- WHAT NEEDS TO BE DONE
Count how many lines of the data include "checks". The answer is that number and nothing else.

- TASK MATERIAL
━━━━

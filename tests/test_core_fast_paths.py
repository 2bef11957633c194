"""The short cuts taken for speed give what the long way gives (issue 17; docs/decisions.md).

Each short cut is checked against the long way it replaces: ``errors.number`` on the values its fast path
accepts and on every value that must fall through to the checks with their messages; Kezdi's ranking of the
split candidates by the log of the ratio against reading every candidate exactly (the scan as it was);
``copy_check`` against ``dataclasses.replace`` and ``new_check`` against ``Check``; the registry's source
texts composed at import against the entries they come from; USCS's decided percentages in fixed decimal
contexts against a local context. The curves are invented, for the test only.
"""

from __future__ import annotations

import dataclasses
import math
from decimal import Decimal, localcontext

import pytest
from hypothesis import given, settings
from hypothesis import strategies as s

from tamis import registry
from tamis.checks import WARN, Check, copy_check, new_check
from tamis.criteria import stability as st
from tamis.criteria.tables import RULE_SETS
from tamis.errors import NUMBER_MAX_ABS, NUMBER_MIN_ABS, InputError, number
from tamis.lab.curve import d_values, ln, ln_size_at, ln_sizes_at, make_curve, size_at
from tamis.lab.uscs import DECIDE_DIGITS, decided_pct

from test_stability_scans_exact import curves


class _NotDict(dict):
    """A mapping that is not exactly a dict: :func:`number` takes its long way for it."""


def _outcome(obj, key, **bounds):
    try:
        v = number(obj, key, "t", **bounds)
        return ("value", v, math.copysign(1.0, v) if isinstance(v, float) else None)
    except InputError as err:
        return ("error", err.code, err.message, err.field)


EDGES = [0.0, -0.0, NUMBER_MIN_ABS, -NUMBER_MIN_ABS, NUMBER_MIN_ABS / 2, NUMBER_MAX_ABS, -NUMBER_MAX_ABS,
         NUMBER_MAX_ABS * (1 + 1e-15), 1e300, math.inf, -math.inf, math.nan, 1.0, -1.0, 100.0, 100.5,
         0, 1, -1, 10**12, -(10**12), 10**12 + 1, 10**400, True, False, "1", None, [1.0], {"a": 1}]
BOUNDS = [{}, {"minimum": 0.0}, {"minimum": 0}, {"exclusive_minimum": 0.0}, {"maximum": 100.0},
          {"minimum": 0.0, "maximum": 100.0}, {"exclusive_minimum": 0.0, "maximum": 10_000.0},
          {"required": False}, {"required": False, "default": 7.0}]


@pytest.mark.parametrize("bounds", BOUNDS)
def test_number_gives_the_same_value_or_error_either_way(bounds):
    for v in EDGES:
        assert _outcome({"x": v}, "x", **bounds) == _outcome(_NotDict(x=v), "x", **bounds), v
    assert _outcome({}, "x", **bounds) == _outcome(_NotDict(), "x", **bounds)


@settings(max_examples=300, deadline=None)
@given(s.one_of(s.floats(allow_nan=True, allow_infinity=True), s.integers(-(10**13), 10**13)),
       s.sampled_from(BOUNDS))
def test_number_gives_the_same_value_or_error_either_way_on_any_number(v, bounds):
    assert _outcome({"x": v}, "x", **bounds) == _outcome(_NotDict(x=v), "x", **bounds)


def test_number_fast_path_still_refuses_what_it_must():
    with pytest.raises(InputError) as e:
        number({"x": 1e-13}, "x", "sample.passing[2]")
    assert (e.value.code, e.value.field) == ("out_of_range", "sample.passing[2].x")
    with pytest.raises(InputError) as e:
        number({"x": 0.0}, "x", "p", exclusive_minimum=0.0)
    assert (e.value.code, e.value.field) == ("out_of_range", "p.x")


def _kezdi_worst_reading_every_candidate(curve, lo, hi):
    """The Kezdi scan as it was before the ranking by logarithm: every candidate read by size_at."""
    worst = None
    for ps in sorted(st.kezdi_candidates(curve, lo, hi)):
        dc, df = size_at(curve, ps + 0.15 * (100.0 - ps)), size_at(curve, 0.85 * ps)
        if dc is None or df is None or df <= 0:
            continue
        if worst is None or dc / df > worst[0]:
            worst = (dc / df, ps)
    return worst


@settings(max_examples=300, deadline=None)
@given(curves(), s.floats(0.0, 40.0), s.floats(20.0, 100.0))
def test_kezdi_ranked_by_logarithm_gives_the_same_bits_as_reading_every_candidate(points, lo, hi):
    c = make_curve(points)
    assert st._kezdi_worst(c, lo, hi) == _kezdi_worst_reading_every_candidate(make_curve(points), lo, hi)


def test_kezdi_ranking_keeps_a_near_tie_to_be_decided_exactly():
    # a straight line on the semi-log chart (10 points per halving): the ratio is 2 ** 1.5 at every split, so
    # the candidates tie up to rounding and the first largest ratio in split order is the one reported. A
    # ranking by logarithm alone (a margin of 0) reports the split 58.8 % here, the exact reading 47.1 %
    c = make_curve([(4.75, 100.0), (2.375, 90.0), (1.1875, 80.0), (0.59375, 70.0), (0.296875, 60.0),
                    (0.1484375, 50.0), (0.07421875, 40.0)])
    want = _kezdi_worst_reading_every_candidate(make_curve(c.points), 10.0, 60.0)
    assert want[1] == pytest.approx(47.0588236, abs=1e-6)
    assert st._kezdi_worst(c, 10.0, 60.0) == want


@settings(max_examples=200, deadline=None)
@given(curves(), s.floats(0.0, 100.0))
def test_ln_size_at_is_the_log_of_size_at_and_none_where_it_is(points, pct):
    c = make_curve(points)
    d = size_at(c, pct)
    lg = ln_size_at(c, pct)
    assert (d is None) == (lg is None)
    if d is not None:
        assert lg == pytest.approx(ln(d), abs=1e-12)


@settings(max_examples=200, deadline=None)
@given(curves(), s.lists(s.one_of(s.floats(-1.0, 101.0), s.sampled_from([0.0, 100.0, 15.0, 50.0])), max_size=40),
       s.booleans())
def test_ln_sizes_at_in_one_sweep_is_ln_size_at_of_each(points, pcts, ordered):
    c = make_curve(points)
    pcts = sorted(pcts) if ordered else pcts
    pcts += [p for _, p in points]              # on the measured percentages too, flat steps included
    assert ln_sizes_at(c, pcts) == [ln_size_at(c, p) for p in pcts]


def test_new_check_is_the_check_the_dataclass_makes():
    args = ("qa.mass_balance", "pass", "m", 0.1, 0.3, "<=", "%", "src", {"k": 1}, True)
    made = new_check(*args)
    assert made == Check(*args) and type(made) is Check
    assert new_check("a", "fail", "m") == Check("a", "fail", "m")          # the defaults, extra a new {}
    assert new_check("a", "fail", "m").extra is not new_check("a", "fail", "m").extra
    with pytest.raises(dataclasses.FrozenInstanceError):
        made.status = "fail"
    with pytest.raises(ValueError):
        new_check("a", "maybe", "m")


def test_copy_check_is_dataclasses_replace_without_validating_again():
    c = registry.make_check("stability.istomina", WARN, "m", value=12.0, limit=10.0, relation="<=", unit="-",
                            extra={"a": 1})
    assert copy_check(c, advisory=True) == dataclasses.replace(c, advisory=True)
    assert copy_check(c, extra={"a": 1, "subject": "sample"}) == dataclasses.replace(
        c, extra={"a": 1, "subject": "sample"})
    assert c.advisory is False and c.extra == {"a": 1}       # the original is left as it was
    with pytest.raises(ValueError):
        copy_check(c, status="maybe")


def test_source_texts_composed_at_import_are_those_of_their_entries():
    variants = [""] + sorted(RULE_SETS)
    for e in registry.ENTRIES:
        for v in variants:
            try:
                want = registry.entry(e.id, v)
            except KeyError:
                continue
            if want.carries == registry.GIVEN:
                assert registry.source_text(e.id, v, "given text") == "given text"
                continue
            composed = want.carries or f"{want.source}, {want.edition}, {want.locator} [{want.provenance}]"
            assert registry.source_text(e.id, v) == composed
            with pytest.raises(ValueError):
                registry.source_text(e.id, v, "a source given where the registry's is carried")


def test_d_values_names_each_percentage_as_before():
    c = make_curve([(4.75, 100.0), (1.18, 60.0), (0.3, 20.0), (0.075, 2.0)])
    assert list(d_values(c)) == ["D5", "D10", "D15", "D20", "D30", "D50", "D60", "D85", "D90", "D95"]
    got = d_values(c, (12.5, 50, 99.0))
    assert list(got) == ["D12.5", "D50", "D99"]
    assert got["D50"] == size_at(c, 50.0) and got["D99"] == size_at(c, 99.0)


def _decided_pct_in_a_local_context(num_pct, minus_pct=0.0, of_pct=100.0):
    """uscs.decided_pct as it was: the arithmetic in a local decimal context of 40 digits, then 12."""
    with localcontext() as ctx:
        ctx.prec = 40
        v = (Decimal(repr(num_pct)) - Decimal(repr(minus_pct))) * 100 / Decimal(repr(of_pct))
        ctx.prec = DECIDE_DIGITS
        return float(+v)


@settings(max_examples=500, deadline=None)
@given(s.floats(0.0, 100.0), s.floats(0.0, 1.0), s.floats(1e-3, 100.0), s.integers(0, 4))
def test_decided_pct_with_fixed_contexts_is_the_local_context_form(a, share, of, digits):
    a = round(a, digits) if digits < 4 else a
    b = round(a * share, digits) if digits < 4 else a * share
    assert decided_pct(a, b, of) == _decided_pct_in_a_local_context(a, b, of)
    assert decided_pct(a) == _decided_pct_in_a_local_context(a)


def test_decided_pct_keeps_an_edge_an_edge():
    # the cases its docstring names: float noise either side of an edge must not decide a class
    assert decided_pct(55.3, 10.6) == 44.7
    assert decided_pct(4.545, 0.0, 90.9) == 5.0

━━━━

- ANSWER BOX
2